Alas!! We are getting compilation error, gcc complaining "templates may not be 'virtual'"
We can forward the base class call to derived class by means of static method.
Since static methods are not really associated with object, we can use it for forwarding the call.
Here is the complete implementation

//Encapsulates the callee and member method
//Member method would be copied to a byte array, whcih will be used later to invoke the same.
class CallbackData
{
public:
 typedef void ( CallbackData::*memfunc ) ();
 CallbackData ( const void* pClient_, const void* ppMemfunc_ ) : _pClient ( pClient_ )
 {
  memcpy ( _ppMemfunc,ppMemfunc_,sizeof ( memfunc ) );
 }
 const void* pClient() const
 {
  return _pClient;
 }
 const void* ppMemfunc() const
 {
  return _ppMemfunc;
 }
protected:
 char _ppMemfunc[sizeof ( memfunc )];
 const void* _pClient;
};

//Base class of functor, which just invokes the saved member method.
template<typename ReturnType, typename... Param>                
class FunctorBase
{
public:
    CallbackData data;
    typedef ReturnType (*Fptr)(CallbackData, Param...);
    Fptr func;
    
    FunctorBase(const void* client, const void* memfunc, Fptr f):data(client, memfunc), func(f)
    {
    }
    
    template<typename... T>
    ReturnType operator()(T... args)
    {
 return (func)(data, args...);
    }
};


template<typename Client, typename Memfunc, typename ReturnType, typename... Param>
class Functor : public FunctorBase<ReturnType, Param...>
{
public:
    //Hooks a public static method to the base class, so that there is no dependency.
    //From the static method, callee and member method is determined and method is invoked.
    Functor(Client* client, Memfunc* memfunc):FunctorBase<ReturnType, Param...>(client, memfunc, hook)
    {        
    }
       
    template<typename... T>
    static ReturnType hook(CallbackData data, T... args)
    {
     Client* pClient = ( Client* ) data.pClient();
     Memfunc& pmemfunc = ( * ( Memfunc* ) ( data.ppMemfunc() ) );
     return ( pClient->*pmemfunc ) (args...);
 
    }
};

Now the base class only requires type of the parameters, not the client object or member method.
We can use the functor in the following way:

typedef void (Receiver::*SFP)(int);
SFP temp = &Receiver::singleArg;
FunctorBase *f = new Functor<Receiver, SFP, int>
                   (&receiver, &temp);
(*f)(10);

The flexibility of the above code is that FunctorBase<type> is not depended on the actual functor implementation.
We can assign any functor objects at the runtime to this base class and get it executed.
So the class which needs to invoke a callback, can have FunctorBase<type>* and can invoke any callback without knowing the type of exact callee object.
Currently we only have support for member methods.
To add support for static methods or non-member methods, we just need to provide a template specialization of our functor.

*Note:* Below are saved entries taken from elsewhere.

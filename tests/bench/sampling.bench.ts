import { generateMask, maskDiagnostics } from '../../sampling/index.ts';
import { type BenchRow, median } from './timing.ts';

/** Median wall time of `runs` calls after one warm-up call. */
function medianMs(runs: number, fn: () => unknown): number {
  fn();
  const times: number[] = [];
  for (let i = 0; i < runs; i++) {
    const t0 = performance.now();
    fn();
    times.push(performance.now() - t0);
  }
  return median(times);
}

/** Sampling benchmarks for `npm run bench`: mask generation and the PSF diagnostics. */
export async function benchSampling(): Promise<BenchRow[]> {
  const results: BenchRow[] = [];
  let seed = 0;

  const poisson = generateMask({ nx: 256, ny: 256 }, { pattern: 'poisson-disc', acceleration: 6, seed: 1 });
  results.push({
    name: 'sampling: poisson-disc 256×256 R=6',
    medianMs: medianMs(7, () =>
      generateMask({ nx: 256, ny: 256 }, { pattern: 'poisson-disc', acceleration: 6, seed: ++seed }),
    ),
    note: `actual R ${poisson.acceleration.actual.toFixed(3)}, dart-throwing runs in the scale search: ${poisson.details?.scaleSearchSteps} (seed 1)`,
  });

  results.push({
    name: 'sampling: cartesian-random 320×320 R=4 acs=24',
    medianMs: medianMs(15, () =>
      generateMask(
        { nx: 320, ny: 320 },
        { pattern: 'cartesian-random', acceleration: 4, acs: 24, seed: ++seed },
      ),
    ),
  });

  const mask = generateMask({ nx: 256, ny: 256 }, { pattern: 'cartesian-random', acceleration: 4, seed: 1 });
  results.push({
    name: 'sampling: PSF diagnostics of a 256×256 mask',
    medianMs: medianMs(15, () => maskDiagnostics(mask)),
    note: 'ifft2c, side lobe and radial profile',
  });
  return results;
}

// Run directly: npx tsx tests/bench/sampling.bench.ts
if (process.argv[1] && import.meta.url === new URL(`file://${process.argv[1]}`).href) {
  for (const r of await benchSampling())
    console.log(`${r.name.padEnd(48)} ${r.medianMs.toFixed(1).padStart(8)} ms  ${r.note ?? ''}`);
}
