import { benchVolume } from '/work/wt/volumes-3d/tests/bench/volume.bench.ts';

for (const row of await benchVolume())
  console.log(`| volumes | ${row.name} | ${row.medianMs.toFixed(2)} | ${row.note} |`);
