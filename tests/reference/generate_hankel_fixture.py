#!/usr/bin/python3
"""Reference fixture for the block-Hankel lifting (Gram matrix and projection back).

Run with Debian's interpreter and numpy (python3-numpy):

    /usr/bin/python3 tests/reference/generate_hankel_fixture.py

Writes tests/reference/fixtures/block-hankel.json. For each case, seeded complex ny x nx arrays
z1, z2 (integers times 2^-4, so the TypeScript test rebuilds bit-identical float64 inputs) are lifted
into the explicit block-Hankel matrix of wy x wx windows (Haldar 2014, LORAKS; Shin et al. 2014,
SAKE): one row per window position p fully inside the grid, row-major over (py, px), and column
a = ay*wx + ax holding z[py + ay, px + ax]. Then, with numpy's dense linear algebra:

    gram_one = H(z1)^H H(z1)
    gram_two = H(z1)^H H(z1) + H(z2)^H H(z2)
    U_r      = the r leading eigenvectors of gram_two (numpy.linalg.eigh, descending)
    Pi       = U_r U_r^H
    proj_k   = H^dagger(H(z_k) Pi): each entry of H(z_k) Pi added back to the sample it came from,
               divided by the number of windows that contain that sample (anti-diagonal averaging).

The eigenvectors are stored as well (columns, any phase): the projector they make does not depend
on the phase, and the test hands them to the code under test.
"""

import numpy as np

from fixture_io import interleave, write

SCALE = 2.0**-4

# (ny, nx, wy, wx, rank): odd and even sizes; a 7x7 window as the single-coil default; a window
# with no interior sample (every sample within w - 1 of an edge) and wrap bands that overlap.
CASES = [
    (24, 20, 7, 7, 24),
    (11, 13, 3, 4, 5),
    (9, 12, 6, 8, 20),
]


def hankel(z, wy, wx):
    ny, nx = z.shape
    rows = []
    for py in range(ny - wy + 1):
        for px in range(nx - wx + 1):
            rows.append(z[py:py + wy, px:px + wx].reshape(-1))
    return np.array(rows)


def adjoint_average(m, ny, nx, wy, wx):
    total = np.zeros((ny, nx), dtype=complex)
    count = np.zeros((ny, nx))
    row = 0
    for py in range(ny - wy + 1):
        for px in range(nx - wx + 1):
            total[py:py + wy, px:px + wx] += m[row].reshape(wy, wx)
            count[py:py + wy, px:px + wx] += 1
            row += 1
    return total / count


def case(rng, ny, nx, wy, wx, rank):
    ints = [rng.integers(-64, 65, size=(ny, nx, 2)) for _ in range(2)]
    z1, z2 = [(q[..., 0] + 1j * q[..., 1]) * SCALE for q in ints]
    h1 = hankel(z1, wy, wx)
    h2 = hankel(z2, wy, wx)
    gram_one = h1.conj().T @ h1
    gram_two = gram_one + h2.conj().T @ h2
    values, vectors = np.linalg.eigh(gram_two)
    order = np.argsort(values)[::-1]
    u = vectors[:, order[:rank]]
    projector = u @ u.conj().T
    proj1 = adjoint_average(h1 @ projector, ny, nx, wy, wx)
    proj2 = adjoint_average(h2 @ projector, ny, nx, wy, wx)
    return {
        'ny': ny,
        'nx': nx,
        'wy': wy,
        'wx': wx,
        'rank': rank,
        'z1': [int(v) for v in ints[0].reshape(-1)],
        'z2': [int(v) for v in ints[1].reshape(-1)],
        'gramOne': interleave(gram_one).tolist(),
        'gramTwo': interleave(gram_two).tolist(),
        # vectors[a][k] for k < rank, row-major (a = window offset), interleaved re/im.
        'vectors': interleave(u).tolist(),
        'projection1': interleave(proj1).tolist(),
        'projection2': interleave(proj2).tolist(),
    }


def main():
    rng = np.random.default_rng(20140)
    payload = {
        'generator': 'tests/reference/generate_hankel_fixture.py',
        'versions': {'numpy': np.__version__},
        'inputScale': SCALE,
        'convention': 'H rows = windows fully inside (row-major), column a = ay*wx + ax; gram = H^H H; '
        'projection = anti-diagonal average of H Pi, Pi = U_r U_r^H',
        'cases': [case(rng, *c) for c in CASES],
    }
    write('block-hankel.json', payload)


if __name__ == '__main__':
    main()
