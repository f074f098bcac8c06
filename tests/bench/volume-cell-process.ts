/**
 * One process per measurement, so its peak RSS is the cell's own: runs a 3D plan cell on a 128³
 * volume `runs` times and prints JSON { wallMs[], baselineRssMiB, peakRssMiB }.
 * Usage: tsx tests/bench/volume-cell-process.ts <method-json> <runs>
 * The volume: the 32³ test volume (Debian mricron-data inia19-t1-brain, tests/volume/fixture.ts)
 * resampled trilinearly to 128³ — smoother than a real 128³ scan, the same work.
 */
import { planCells, runCell, validatePlan } from '../../src/plan/index.ts';
import { resampleTrilinear } from '../../src/volume/resample-volume.ts';
import { fixtureVolume } from '../volume/fixture.ts';

const method = JSON.parse(process.argv[2] ?? '{"name":"zero-filled"}');
const runs = Number(process.argv[3] ?? 3);
const n = 128;
const volume = resampleTrilinear(await fixtureVolume(), n, n, n);
const plan = validatePlan(
  {
    source: { imageId: 'brain' },
    matrix: { nx: n, ny: n, nz: n },
    protocol: { trMs: 8 },
    patterns: [{ pattern: 'poisson-disc' }],
    accelerations: [4],
    methods: [method],
    seeds: 1,
    acquisitions: ['3d'],
  },
  { checkMasks: false },
);
const cell = planCells(plan).find((c) => !c.reference);
if (!cell) throw new Error('no 3D cell');
const ctx = { loadVolume: async () => volume };
const baselineRssMiB = process.memoryUsage().rss / 2 ** 20;
const wallMs: number[] = [];
let nrmse = 0;
for (let i = 0; i < runs; i++) {
  const t0 = performance.now();
  const result = await runCell(plan, cell, ctx);
  wallMs.push(performance.now() - t0);
  nrmse = result.metrics.nrmse ?? Number.NaN;
}
// maxRSS is in KiB (Node's process.resourceUsage).
const peakRssMiB = process.resourceUsage().maxRSS / 1024;
console.log(JSON.stringify({ wallMs, baselineRssMiB, peakRssMiB, nrmse }));
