/**
 * One process per measurement, so its peak RSS is the cell's own: imports a 3D ISMRMRD file
 * (importRawKspace, as POST /v1/raw does on a worker) and runs one 3D plan cell on it `runs` times
 * (Poisson-disc R = 4 on the ky–kz plane, every hybrid-space x-plane in this thread). Prints JSON
 * { importMs, wallMs[], baselineRssMiB, peakRssMiB, nrmse }.
 * Usage: tsx tests/bench/raw-volume-cell-process.ts FILE <method-json> <runs>
 */
import { readFileSync } from 'node:fs';
import { defaultLimits } from '../../src/core/limits.ts';
import { importRawKspace } from '../../src/io/ismrmrd/import-raw-kspace.ts';
import { planCells, validatePlan } from '../../src/plan/index.ts';
import { timedCellRuns } from './cell-runs.ts';

const [path, methodJson, runsText] = process.argv.slice(2);
const method = JSON.parse(methodJson ?? '{"name":"zero-filled"}');
const runs = Number(runsText ?? 3);
const bytes = new Uint8Array(readFileSync(path));
const baselineRssMiB = process.memoryUsage().rss / 2 ** 20;
const t0 = performance.now();
const raw = await importRawKspace(bytes, { ...defaultLimits, maxUploadBytes: 256 * 2 ** 20 });
const importMs = performance.now() - t0;
const { nx, ny, nz } = raw.facts;
const plan = validatePlan(
  {
    source: { rawId: 'bench' },
    matrix: { nx, ny, nz },
    protocol: { trMs: 8 },
    patterns: [{ pattern: 'poisson-disc' }],
    accelerations: [4],
    methods: [method],
    seeds: 1,
  },
  { checkMasks: false },
);
const cell = planCells(plan).find((c) => !c.reference);
if (!cell) throw new Error('no 3D cell');
const { wallMs, peakRssMiB, nrmse } = await timedCellRuns(plan, cell, { loadRaw: async () => raw }, runs);
console.log(JSON.stringify({ importMs, wallMs, baselineRssMiB, peakRssMiB, nrmse }));
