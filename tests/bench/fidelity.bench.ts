import { generateMask } from '../../sampling/index.ts';
import { createComplexImage } from '../../src/core/complex-image.ts';
import { phantomLesionSet, runLesionStudy } from '../../src/fidelity/index.ts';
import { getPhantom } from '../../src/phantoms/index.ts';
import type { ReconInput } from '../../src/recon/method.ts';
import { zeroFilledImage } from '../../src/recon/zero-filled.ts';
import { type BenchRow, medianMs } from './timing.ts';

/**
 * Cost of a lesion study at 256² (modified Shepp–Logan, 6 disc lesions of 4 px at 5 % contrast,
 * random lines R = 4 with 16 ACS rows, σ = mean object intensity / 30): the paired zero-filled
 * reconstructions plus 10 noise replicas, against one zero-filled reconstruction of prepared
 * data. Every run of the study also draws its noise (2·256² normals) and masks the data, which a
 * plain reconstruction of stored k-space does not; the known-σ path needs no replicas.
 */
export async function benchFidelity(): Promise<BenchRow[]> {
  const n = 256;
  const set = phantomLesionSet(getPhantom('shepp-logan-modified'), n, n, {
    count: 6,
    diameter: 4,
    contrast: 0.05,
    shape: 'disc',
    seed: 1,
  });
  const { mask } = generateMask(
    { nx: n, ny: n },
    { pattern: 'cartesian-random', acceleration: 4, acs: 16, seed: 1 },
  );
  const sigma = set.meanIntensity / 30;
  const reconstruct = (input: ReconInput) => zeroFilledImage(input).image;
  const kspace = createComplexImage(n, n);
  for (let i = 0; i < mask.length; i++) {
    if (!mask[i]) continue;
    kspace.data[2 * i] = set.without.data[2 * i];
    kspace.data[2 * i + 1] = set.without.data[2 * i + 1];
  }
  const one = await medianMs(() => reconstruct({ kspace, mask }), 9, 2);
  const base = { ...set, mask, sigma, seed: 3, reconstruct };
  const replicas = await medianMs(
    () => runLesionStudy({ ...base, noise: { kind: 'replicas', count: 10 } }),
    5,
    1,
  );
  const known = await medianMs(() => runLesionStudy({ ...base, noise: { kind: 'zero-filled' } }), 5, 1);
  const setup = await medianMs(
    () =>
      phantomLesionSet(getPhantom('shepp-logan-modified'), n, n, {
        count: 6,
        diameter: 4,
        contrast: 0.05,
        shape: 'disc',
        seed: 1,
      }),
    3,
    1,
  );
  return [
    { name: `zero-filled ${n}×${n}, one reconstruction`, medianMs: one },
    {
      name: `lesion study ${n}×${n}: paired + 10 replicas`,
      medianMs: replicas,
      note: `${(replicas / one).toFixed(1)}× one reconstruction (12 reconstructions + noise draws)`,
    },
    {
      name: `lesion study ${n}×${n}: paired, known σ`,
      medianMs: known,
      note: `${(known / one).toFixed(1)}× one reconstruction (2 reconstructions + 2 FFTs per lesion)`,
    },
    { name: `lesion set ${n}×${n}: phantom + 6 lesions, k-space and templates`, medianMs: setup },
  ];
}
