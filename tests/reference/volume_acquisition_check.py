"""Reads the acquisition bundle of a volume reconstruction with Debian's python3-nibabel and
python3-numpy and reconstructs its zero-filled volume independently of the service
(docs/design.md §2.5, §4.11).

Usage: /usr/bin/python3 tests/reference/volume_acquisition_check.py DIR
DIR holds acquisition.nii, acquisition.json and images.nii of one volume reconstruction (one coil,
or several from a 3D raw source). 3D: numpy's centred orthonormal inverse 3D DFT of the k-space grid
of each coil; multi-slice: the inverse 2D DFT of every slice; several coils are combined by
root-sum-of-squares. Prints one JSON object: the NIfTI facts nibabel reports, the table's count, the
grid points holding data outside the table, and the largest difference between numpy's zero-filled
magnitude volume and the service's zero-filled volume of images.nii, relative to its maximum.
"""
import sys

import numpy as np

from bundle_io import print_facts, read_bundle, zero_filled_volume

folder = sys.argv[1]
header, kspace_file, grid, rows = read_bundle(folder)  # grid [u, v, w, coil]
nx, ny, nz = (header["matrix"][k] for k in ("nx", "ny", "nz"))
mode = header["volume"]["acquisition"]

# K[w, v, u] of each coil: the NIfTI array transposed, as the header's scaling states.
power = np.zeros((nz, ny, nx))
held_any = None
for coil in range(grid.shape[3]):
    k = grid[:, :, :, coil].T.astype(np.complex128)
    if mode == "3d":
        volume = np.fft.fftshift(np.fft.ifftn(np.fft.ifftshift(k), norm="ortho"))
    else:
        volume = np.fft.fftshift(np.fft.ifft2(np.fft.ifftshift(k, axes=(1, 2)), norm="ortho"), axes=(1, 2))
    power += np.abs(volume) ** 2
    held_any = k != 0 if held_any is None else held_any | (k != 0)
k = np.where(held_any, 1, 0)

# The table's points (grid indices relative to the centre) as a mask on the ky–kz or ky–kx plane.
columns = header["table"]["columns"]
ky = rows[:, columns.index("ky")]
if mode == "3d":
    kz = rows[:, columns.index("kz")]
    table_mask = np.zeros((ny, nz), dtype=bool)
    table_mask[ny // 2 - ky, kz + nz // 2] = True
    held = np.any(k != 0, axis=2).T  # [row, w]: some kx of the (ky, kz) line holds data
else:
    kx = rows[:, columns.index("kx")]
    table_mask = np.zeros((ny, nx), dtype=bool)
    table_mask[ny // 2 - ky, kx + nx // 2] = True
    held = np.any(k != 0, axis=0)  # [row, u]: some slice holds data there

print_facts(
    kspace_file,
    grid,
    rows,
    np.sqrt(power),  # [z, row, x]
    zero_filled_volume(folder),
    heldOutsideTable=np.count_nonzero(held & ~table_mask),
    tableWithoutData=np.count_nonzero(table_mask & ~held),
)
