"""Reference values for the ISMRMRD importer (tests/io/ismrmrd), with Debian's python3-h5py and numpy.

Reads the generated ISMRMRD file (see generate_ismrmrd_fixture.sh), writes
  fixtures/ismrmrd-rss.json      header numbers, the root-sum-of-squares image of the fully sampled
                                 data, the noise covariance (numpy.cov over the noise-scan samples) and the
                                 RSS image of the coil images prewhitened with it (L⁻¹, Ψ = L·Lᴴ);
  ../fixtures/ismrmrd/partial.h5 a copy with every 8th phase-encode line dropped (records removed);
  ../fixtures/ismrmrd/subject.h5 a copy whose XML header carries invented subject and study information;
  ../fixtures/ismrmrd/averaged.h5 a copy where lines 0–3 are recorded a second time (average = 1)
                                 with negated samples, so their mean is exactly zero;
  ../fixtures/ismrmrd/radial-header.h5, trajectory-records.h5, two-slices.h5: the noise record and
                                 the first 8 lines only, with the XML trajectory set to radial, with
                                 trajectory_dimensions = 2 and 2 × samples trajectory values per
                                 record, and with lines 4–7 moved to slice 1;
  ../fixtures/ismrmrd/declared-records.h5 declares 1 000 000 records and stores none.
Readout oversampling is removed as the importer does: centred orthonormal inverse DFT along the
readout, keep the central n/oversampling pixels starting at n//2 − kept//2, and the RSS image is
sqrt(Σ_c |ifft2c(k_c)|²) with ifft2c = fftshift ∘ ifft2(norm='ortho') ∘ ifftshift.
Run: /usr/bin/python3 tests/reference/generate_ismrmrd_fixture.py tests/fixtures/ismrmrd/shepp-logan-4coil.h5
"""
import json
import os
import re
import sys

import h5py
import numpy as np

from coil_rss import prewhitened_rss, rss

NOISE_BIT = 1 << 18  # ACQ_IS_NOISE_MEASUREMENT = 19 in ismrmrd.h (bits numbered from 1)

source = sys.argv[1]
here = os.path.dirname(os.path.abspath(__file__))
fixture_dir = os.path.dirname(source)

with h5py.File(source, "r") as f:
    xml = f["dataset/xml"][0]
    xml = xml.decode() if isinstance(xml, bytes) else xml
    records = f["dataset/data"][:]
    record_dtype = f["dataset/data"].dtype


def number(tag_path):
    m = re.search(tag_path, xml, re.S)
    return float(m.group(1))


enc_x = int(number(r"<encodedSpace>.*?<matrixSize>\s*<x>(\d+)</x>"))
enc_y = int(number(r"<encodedSpace>.*?<matrixSize>\s*<x>\d+</x>\s*<y>(\d+)</y>"))
rec_x = int(number(r"<reconSpace>.*?<matrixSize>\s*<x>(\d+)</x>"))
rec_y = int(number(r"<reconSpace>.*?<matrixSize>\s*<x>\d+</x>\s*<y>(\d+)</y>"))
enc_fov_x = number(r"<encodedSpace>.*?<fieldOfView_mm>\s*<x>([0-9.]+)</x>")
rec_fov_x = number(r"<reconSpace>.*?<fieldOfView_mm>\s*<x>([0-9.]+)</x>")
centre = int(number(r"<kspace_encoding_step_1>.*?<center>(\d+)</center>"))
channels = int(number(r"<receiverChannels>(\d+)</receiverChannels>"))

flags = records["head"]["flags"]
is_noise = (flags & NOISE_BIT) != 0
imaging = records[~is_noise]
noise = records[is_noise]
coils = int(imaging["head"]["active_channels"][0])
samples = int(imaging["head"]["number_of_samples"][0])
kept = int(round(samples / (enc_fov_x / rec_fov_x)))


def ifftc(x, axis):
    return np.fft.fftshift(np.fft.ifft(np.fft.ifftshift(x, axes=axis), axis=axis, norm="ortho"), axes=axis)


kspace = np.zeros((coils, enc_y, samples), dtype=np.complex128)
for rec in imaging:
    row = int(rec["head"]["idx"]["kspace_encode_step_1"]) - centre + enc_y // 2
    d = rec["data"].astype(np.float64).view(np.complex128).reshape(coils, samples)
    kspace[:, row, :] += d
profile = ifftc(kspace, axis=2)
first = samples // 2 - kept // 2
image = ifftc(profile[:, :, first : first + kept], axis=1)
rss_plain = rss(image)

noise_samples = np.concatenate(
    [r["data"].astype(np.float64).view(np.complex128).reshape(coils, -1) for r in noise], axis=1
)
cov, rss_whitened = prewhitened_rss(image, noise_samples)

result = {
    "source": "ismrmrd_generate_cartesian_shepp_logan (Debian ismrmrd-tools 1.8) read with h5py "
    + h5py.__version__
    + ", numpy "
    + np.__version__,
    "coils": coils,
    "receiverChannels": channels,
    "readoutSamples": samples,
    "encodedMatrix": [enc_x, enc_y],
    "reconMatrix": [rec_x, rec_y],
    "records": {"total": int(len(records)), "imaging": int(len(imaging)), "noise": int(len(noise))},
    "nx": kept,
    "ny": enc_y,
    "rss": [float(v) for v in rss_plain.ravel()],
    "noiseSamples": int(noise_samples.shape[1]),
    "noiseCovariance": [float(v) for z in cov.ravel() for v in (z.real, z.imag)],
    "rssWhitened": [float(v) for v in rss_whitened.ravel()],
}
with open(os.path.join(here, "fixtures", "ismrmrd-rss.json"), "w") as out:
    json.dump(result, out, indent=None, separators=(",", ":"))
    out.write("\n")


def write_copy(name, keep_records, header):
    with h5py.File(os.path.join(fixture_dir, name), "w") as g:
        g.create_dataset("dataset/xml", data=[header.encode()], dtype=h5py.string_dtype())
        g.create_dataset("dataset/data", data=keep_records, dtype=record_dtype)


steps = records["head"]["idx"]["kspace_encode_step_1"]
partial = records[is_noise | (steps % 8 != 0)]
write_copy("partial.h5", partial, xml)

identified = xml.replace(
    "<acquisitionSystemInformation>",
    "<subjectInformation><patientName>Quillfeather^Odalys</patientName><patientID>INV-4471</patientID>"
    "</subjectInformation><studyInformation><studyDescription>Invented demo study Tarnwick</studyDescription>"
    "</studyInformation><acquisitionSystemInformation>",
)
write_copy("subject.h5", records, identified)
first = records[:9].copy()  # the noise record and lines 0-7
write_copy("radial-header.h5", first, xml.replace("<trajectory>cartesian</trajectory>", "<trajectory>radial</trajectory>"))

bent = first.copy()
for i in range(1, len(bent)):
    bent[i]["head"]["trajectory_dimensions"] = 2
    n = int(bent[i]["head"]["number_of_samples"])
    bent[i]["traj"] = np.linspace(-0.5, 0.5, 2 * n, dtype=np.float32)
write_copy("trajectory-records.h5", bent, xml)

sliced = first.copy()
sliced["head"]["idx"]["slice"][5:] = 1
write_copy("two-slices.h5", sliced, xml)

repeat = records[~is_noise & (steps < 4)].copy()
repeat["head"]["idx"]["average"] = 1
repeat["data"] = [(-r["data"]).astype(np.float32) for r in repeat]
write_copy("averaged.h5", np.concatenate([records, repeat]), xml)
# A file that declares a million records but stores none (chunked, never written: fill values).
with h5py.File(os.path.join(fixture_dir, "declared-records.h5"), "w") as g:
    g.create_dataset("dataset/xml", data=[xml.encode()], dtype=h5py.string_dtype())
    g.create_dataset("dataset/data", shape=(1_000_000,), dtype=record_dtype, chunks=(1024,))
print("wrote", os.path.join(here, "fixtures", "ismrmrd-rss.json"), "partial.h5", "subject.h5")
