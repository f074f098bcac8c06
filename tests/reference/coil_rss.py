"""Root-sum-of-squares of coil images, plain and prewhitened, as the ISMRMRD fixture scripts need it."""
import numpy as np


def rss(images):
    """sqrt(Σ_c |x_c|²) over the first axis (coils)."""
    return np.sqrt(np.sum(np.abs(images) ** 2, axis=0))


def prewhitened_rss(images, noise_samples):
    """numpy.cov of the noise samples (coils × samples) and the RSS of the coil images prewhitened
    with it: L⁻¹ applied across coils at every pixel, Ψ = L·Lᴴ (numpy's Cholesky)."""
    cov = np.cov(noise_samples)
    lower = np.linalg.cholesky(cov)
    whitened = np.tensordot(np.linalg.inv(lower), images, axes=(1, 0))
    return cov, rss(whitened)
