#!/usr/bin/python3
"""Reference fixture for the total-variation (ROF) step of the cs-tv reconstruction.

Run with Debian's interpreter and packages (python3-numpy, python3-skimage):

    /usr/bin/python3 tests/reference/generate_tv_fixture.py

Writes tests/reference/fixtures/tv-rof.json: small real images (piecewise constant plus seeded
Gaussian noise) and their ROF denoising by skimage.restoration.denoise_tv_chambolle, which runs
Chambolle's 2004 dual projection with tau = 1/4 and forward differences whose last difference is
zero (Neumann boundary), i.e. it minimises

    1/2 ||u - f||^2 + weight * TV_iso(u)

(the fixed point of Chambolle 2004 with lambda = weight). With a full mask the cs-tv objective
1/2 ||F u - F f||^2 + lambda_abs TV(u) is the same problem (F unitary), so the mapping is
lambda_abs = weight, i.e. lambda_rel = weight / max|f|.

eps = 0 disables skimage's energy stopping rule, so every case runs exactly max_num_iter
iterations; the script also records the largest difference between the output after
max_num_iter and after max_num_iter / 2 iterations as the fixture's own convergence error.
Inputs are integers times 2^-10 so the TypeScript test rebuilds bit-identical float64 inputs.
"""

import json
import os

import numpy as np
import skimage
from skimage.restoration import denoise_tv_chambolle

HERE = os.path.dirname(os.path.abspath(__file__))
OUT = os.path.join(HERE, 'fixtures')
SCALE = 2.0**-10
ITERATIONS = 40000


def tv_iso(u):
    gx = np.zeros_like(u)
    gy = np.zeros_like(u)
    gx[:, :-1] = u[:, 1:] - u[:, :-1]
    gy[:-1, :] = u[1:, :] - u[:-1, :]
    return float(np.sqrt(gx**2 + gy**2).sum())


def piecewise_image(ny, nx, rng):
    yy, xx = np.mgrid[0:ny, 0:nx]
    f = np.zeros((ny, nx))
    f[ny // 5 : ny // 2, nx // 6 : (3 * nx) // 5] = 1.0
    f[((yy - 0.65 * ny) ** 2 + (xx - 0.6 * nx) ** 2) < (0.22 * min(nx, ny)) ** 2] += 0.6
    f += 0.15 * rng.standard_normal((ny, nx))
    return np.round(f / SCALE).astype(np.int64)


def case(name, ny, nx, weight, seed):
    rng = np.random.default_rng(seed)
    ints = piecewise_image(ny, nx, rng)
    f = ints * SCALE
    u = denoise_tv_chambolle(f, weight=weight, eps=0.0, max_num_iter=ITERATIONS)
    u_half = denoise_tv_chambolle(f, weight=weight, eps=0.0, max_num_iter=ITERATIONS // 2)
    objective = 0.5 * float(((u - f) ** 2).sum()) + weight * tv_iso(u)
    return {
        'name': name,
        'nx': nx,
        'ny': ny,
        'weight': weight,
        'inputScale': SCALE,
        'input': ints.ravel().tolist(),
        'output': [float(v) for v in u.ravel()],
        'objective': objective,
        'selfConvergence': float(np.abs(u - u_half).max()),
    }


def main():
    cases = [
        case('square 32x32, weight 0.1', 32, 32, 0.1, 7),
        case('rectangular 24x40, weight 0.25', 24, 40, 0.25, 8),
    ]
    out = {
        'source': 'skimage.restoration.denoise_tv_chambolle (Chambolle 2004), eps = 0, fixed iterations',
        'generator': 'tests/reference/generate_tv_fixture.py',
        'versions': {'numpy': np.__version__, 'skimage': skimage.__version__},
        'iterations': ITERATIONS,
        'layout': 'row-major ny x nx, axis 0 = rows',
        'cases': cases,
    }
    os.makedirs(OUT, exist_ok=True)
    with open(os.path.join(OUT, 'tv-rof.json'), 'w') as fh:
        json.dump(out, fh, indent=None, separators=(',', ':'))
        fh.write('\n')
    for c in cases:
        print(c['name'], 'objective', c['objective'], 'self-convergence', c['selfConvergence'])


if __name__ == '__main__':
    main()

template<typename Memfunc, typename ReturnType, typename... Param>
class Functor<void*, Memfunc, ReturnType, Param...> : public FunctorBase<ReturnType, Param...>
{
public:
    Functor(Memfunc* memfunc):FunctorBase<ReturnType, Param...>(NULL, memfunc, hook)
    {        
    }
   
    
    template<typename... T>
    static ReturnType hook(CallbackData data, T... args)
    {
 Memfunc& pmemfunc = ( * ( Memfunc* ) ( data.ppMemfunc() ) );
 return ( *pmemfunc ) (args...);
    }
};

The performance of this functor implementation is almost same as std::function, as there is nothing but just a function call when the callback is invoked.